Jumlah kasus ini sangat kecil. Namun angka tersebut mewakili proporsi yang jauh lebih tinggi dibandingkan yang terlihat pada ibu yang anaknya tidak mengidap autisme.
Jika kedua tingkat tersebut sangat tinggi, maka terdapat risiko 17 kali lebih besar bagi seorang anak untuk terkena autisme, kata para peneliti.
Lebih lanjut tentang ini…
Sebagian besar ibu dalam penelitian tersebut mengatakan bahwa mereka mengonsumsi multivitamin – termasuk asam folat dan vitamin B12 – selama kehamilan. Namun para peneliti mengatakan mereka tidak tahu mengapa beberapa wanita memiliki kadar darah yang begitu tinggi.
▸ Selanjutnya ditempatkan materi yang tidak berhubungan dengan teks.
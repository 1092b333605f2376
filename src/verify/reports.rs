//! The observed storm totals: a CSV of reports with `lat`, `lon` (WGS 84 degrees) and `snow`,
//! an optional `name` and `type`. The snow's unit is a `units` column (per row) or a suffix of
//! the header (`snow_cm`, `snow_in`, `snow_mm`); values are converted to mm of snow depth here.

use super::VerifyError;
use std::path::Path;

/// One observed storm total.
#[derive(Clone, Debug, PartialEq)]
pub struct Report {
    /// 1-based line of the CSV file it came from (the header is line 1).
    pub line: usize,
    /// Name, empty when the file has none.
    pub name: String,
    /// Degrees north.
    pub lat: f64,
    /// Degrees east.
    pub lon: f64,
    /// Snow depth, mm.
    pub snow_mm: f64,
    /// What was reported (free text, e.g. "snow", "sleet"), empty when not given.
    pub kind: String,
}

/// mm per unit of a snow depth written `unit`.
fn mm_per(unit: &str) -> Option<f64> {
    match unit.trim().to_ascii_lowercase().as_str() {
        "cm" => Some(10.0),
        "mm" => Some(1.0),
        "in" | "inch" | "inches" => Some(25.4),
        _ => None,
    }
}

/// Reads the reports of `path`.
pub fn read_reports(path: &Path) -> Result<Vec<Report>, VerifyError> {
    let bad = |line: usize, field: &str, what: String| VerifyError::Reports {
        path: path.to_path_buf(),
        line,
        field: field.to_string(),
        what,
    };
    let mut r = csv::ReaderBuilder::new()
        .trim(csv::Trim::All)
        .flexible(false)
        .from_path(path)
        .map_err(|e| VerifyError::ReportsFile {
            path: path.to_path_buf(),
            what: e.to_string(),
        })?;
    let header: Vec<String> = r
        .headers()
        .map_err(|e| bad(1, "header", e.to_string()))?
        .iter()
        .map(|h| h.trim_start_matches('\u{feff}').to_ascii_lowercase())
        .collect();
    let col = |name: &str| header.iter().position(|h| h == name);
    let need = |name: &str| {
        col(name).ok_or_else(|| {
            bad(
                1,
                name,
                format!(
                    "the header has no '{name}' column (it has: {})",
                    header.join(", ")
                ),
            )
        })
    };
    let (lat_c, lon_c) = (need("lat")?, need("lon")?);
    let snow_cols: Vec<(usize, Option<f64>)> = header
        .iter()
        .enumerate()
        .filter_map(|(i, h)| match h.strip_prefix("snow") {
            Some("") => Some((i, None)),
            Some(rest) => rest
                .strip_prefix('_')
                .and_then(mm_per)
                .map(|k| (i, Some(k))),
            None => None,
        })
        .collect();
    let (snow_c, suffix) = match snow_cols.as_slice() {
        [one] => *one,
        [] => {
            return Err(bad(
                1,
                "snow",
                "the header has no snow column: expected 'snow' with a 'units' column, or 'snow_cm', 'snow_in' or 'snow_mm'".into(),
            ))
        }
        _ => return Err(bad(1, "snow", "the header has more than one snow column".into())),
    };
    let units_c = col("units");
    if suffix.is_some() && units_c.is_some() {
        return Err(bad(
            1,
            "units",
            "the snow column's name gives its unit; a 'units' column as well is ambiguous".into(),
        ));
    }
    if suffix.is_none() && units_c.is_none() {
        return Err(bad(
            1,
            "snow",
            "the snow column has no unit: name it snow_cm, snow_in or snow_mm, or add a 'units' column (cm, in or mm)".into(),
        ));
    }
    let (name_c, type_c) = (col("name"), col("type"));
    let mut out = Vec::new();
    for (k, rec) in r.records().enumerate() {
        let line = k + 2;
        let rec = rec.map_err(|e| bad(line, "row", e.to_string()))?;
        let number = |c: usize, field: &str, what: &str| -> Result<f64, VerifyError> {
            let text = rec.get(c).unwrap_or("");
            text.parse::<f64>()
                .ok()
                .filter(|v| v.is_finite())
                .ok_or_else(|| bad(line, field, format!("'{text}' is not {what}")))
        };
        let lat = number(lat_c, "lat", "a latitude in degrees")?;
        if !(-90.0..=90.0).contains(&lat) {
            return Err(bad(line, "lat", format!("{lat} is outside −90…90")));
        }
        let lon = number(lon_c, "lon", "a longitude in degrees")?;
        if !(-360.0..=360.0).contains(&lon) {
            return Err(bad(line, "lon", format!("{lon} is outside −360…360")));
        }
        let snow_field = header[snow_c].as_str();
        let snow = number(snow_c, snow_field, "a snow depth (a number)")?;
        if snow < 0.0 {
            return Err(bad(
                line,
                snow_field,
                format!("{snow} is negative; a storm total is 0 or more"),
            ));
        }
        let per = match suffix {
            Some(k) => k,
            None => {
                let u = units_c.and_then(|c| rec.get(c)).unwrap_or("");
                mm_per(u).ok_or_else(|| {
                    bad(
                        line,
                        "units",
                        format!("'{u}' is not a unit of snow depth: expected cm, in or mm"),
                    )
                })?
            }
        };
        let text = |c: Option<usize>| c.and_then(|c| rec.get(c)).unwrap_or("").to_string();
        out.push(Report {
            line,
            name: text(name_c),
            lat,
            lon,
            snow_mm: snow * per,
            kind: text(type_c),
        });
    }
    if out.is_empty() {
        return Err(VerifyError::ReportsFile {
            path: path.to_path_buf(),
            what: "the file holds no reports, only a header".into(),
        });
    }
    Ok(out)
}

#[cfg(test)]
mod tests {
    use super::*;

    fn read(text: &str) -> Result<Vec<Report>, VerifyError> {
        let d = tempfile::tempdir().unwrap();
        let p = d.path().join("r.csv");
        std::fs::write(&p, text).unwrap();
        read_reports(&p)
    }

    #[test]
    fn units_from_the_suffix_or_the_column() {
        // 1 in = 25.4 mm (international inch, by definition).
        let r = read("name,lat,lon,snow_in\nA,45,-30,2\n").unwrap();
        assert_eq!(r[0].snow_mm, 50.8);
        let r = read("lat,lon,snow,units,type\n45,-30,12.5,cm,snow\n46,-31,3,in,sleet\n").unwrap();
        assert_eq!(r[0].snow_mm, 125.0);
        assert!((r[1].snow_mm - 76.2).abs() < 1e-12);
        assert_eq!((r[1].kind.as_str(), r[1].line), ("sleet", 3));
    }

    #[test]
    fn errors_name_the_line_and_field() {
        let e = read("lat,lon,snow_cm\n45,-30,5\n46,x,5\n")
            .unwrap_err()
            .to_string();
        assert!(
            e.contains("line 3") && e.contains("'lon'") && e.contains("'x'"),
            "{e}"
        );
        let e = read("lat,lon,snow\n45,-30,5\n").unwrap_err().to_string();
        assert!(e.contains("line 1") && e.contains("no unit"), "{e}");
        let e = read("lat,lon,snow,units\n45,-30,5,ft\n")
            .unwrap_err()
            .to_string();
        assert!(
            e.contains("line 2") && e.contains("'units'") && e.contains("'ft'"),
            "{e}"
        );
        let e = read("lat,lon,snow_cm\n95,-30,5\n").unwrap_err().to_string();
        assert!(e.contains("'lat'"), "{e}");
        let e = read("lat,lon,snow_cm\n45,-30,-1\n")
            .unwrap_err()
            .to_string();
        assert!(e.contains("negative"), "{e}");
        let e = read("lat,snow_cm\n45,1\n").unwrap_err().to_string();
        assert!(e.contains("'lon'"), "{e}");
        let e = read("lat,lon,snow_cm\n").unwrap_err().to_string();
        assert!(e.contains("no reports"), "{e}");
    }
}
Hal ini mungkin disebabkan oleh terlalu banyak mengonsumsi suplemen dan mengonsumsi terlalu banyak makanan yang diperkaya. Atau mungkin ada alasan genetik yang menyebabkan beberapa wanita menyerap lebih banyak folat dibandingkan wanita lainnya. Atau mungkin ada kombinasinya, kata mereka.
Banyak penelitian tentang autisme sebagian besar berfokus pada anak-anak berkulit putih di keluarga berpenghasilan menengah dan atas. Para peneliti mencatat bahwa kelompok ini terutama berasal dari keluarga berpenghasilan rendah dan minoritas.